Der Besuch des Zahnarztes in der Kita sei häufig etwas anderes, als eine Untersuchung beim Zahnarzt der Familie. „Auch wenn dort das Kind den Mund nicht aufgemacht hat, bei uns klappt’s“, ist Urbanovicz stolz. „Das liegt allerdings nicht an uns, sondern an der Umgebung. Für die Kinder ist ja alles wie immer und alles vertraut. Nur ich bin der Neue, allerdings in Zivil.“ Und wenn die Kita-Freunde dann auch freiwillig den Mund aufmachen, sei das Eis schnell gebrochen.

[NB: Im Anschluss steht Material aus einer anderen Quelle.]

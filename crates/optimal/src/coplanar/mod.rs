//! Minimum time between coplanar circles.
//!
//! Lengths here are in units of the start radius and times in the matching unit, so that only the ratio of radii
//! and the lightness number remain; [`solve::Problem`] converts.

pub mod excess;
pub mod extremal;
pub mod flight;
pub mod guess;
mod guess_table;
pub mod shooting;
pub mod solve;
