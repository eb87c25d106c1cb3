//! A cone angle that never changes: the craft spirals.

/// Cosine and sine of a signed cone angle given in degrees.
pub fn attitude(cone_deg: f64) -> (f64, f64) {
    let cone = cone_deg.to_radians();
    (cone.cos(), cone.sin())
}

/// The cone angle of the largest transverse force, deg: 35.264, signed towards the target (positive outward).
pub fn default_cone_deg(outward: bool) -> f64 {
    let cone = std::f64::consts::FRAC_1_SQRT_2.atan().to_degrees();
    if outward { cone } else { -cone }
}
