//! The inside of an accepted step: a polynomial of degree 7 through it.

use crate::scalar::Scalar;

use super::flow::Mode;

/// An accepted step with its interpolating polynomial.
#[derive(Clone, Debug)]
pub struct DenseStep<T, const N: usize> {
    /// Time at the start of the step.
    pub start: f64,
    /// Signed length of the step.
    pub length: f64,
    /// State at the start.
    pub from: [T; N],
    /// State at the end.
    pub to: [T; N],
    /// Right-hand side in force during the step.
    pub mode: Mode,
    pub(super) coefficients: [[T; N]; 7],
}

impl<T: Scalar, const N: usize> DenseStep<T, N> {
    /// Time at the end of the step.
    pub fn end(&self) -> f64 {
        self.start + self.length
    }

    /// State at the fraction `x` of the step, 0 to 1.
    pub fn at(&self, x: f64) -> [T; N] {
        std::array::from_fn(|i| {
            let mut y = T::from(0.0);
            for (n, coefficient) in self.coefficients.iter().rev().enumerate() {
                y = (y + coefficient[i]) * if n % 2 == 0 { x } else { 1.0 - x };
            }
            y + self.from[i]
        })
    }
}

Erste Kita-Untersuchung ebnet den Weg in die Praxis
In der Praxis sei das anders, dort sei häufig eine ungewohnte sterile Umgebung, die vielleicht noch nach Desinfektionsmittel rieche. „Wir möchten über unsere Untersuchungen aber den Weg in die Praxis ebnen“, so der Jugendzahnarzt.
Jedes Kind, das vom zahnärztlichen Dienst untersucht wurde, bekommt einen Zettel für die Eltern. „Keine Auffälligkeiten“ steht dort, wenn alles in Ordnung ist, aber manchmal auch der Hinweis, dass besser geputzt werden sollte oder die Beobachtung, dass ein Kariesverdacht bestehe oder eine Fehlstellung der Zähne vorliege.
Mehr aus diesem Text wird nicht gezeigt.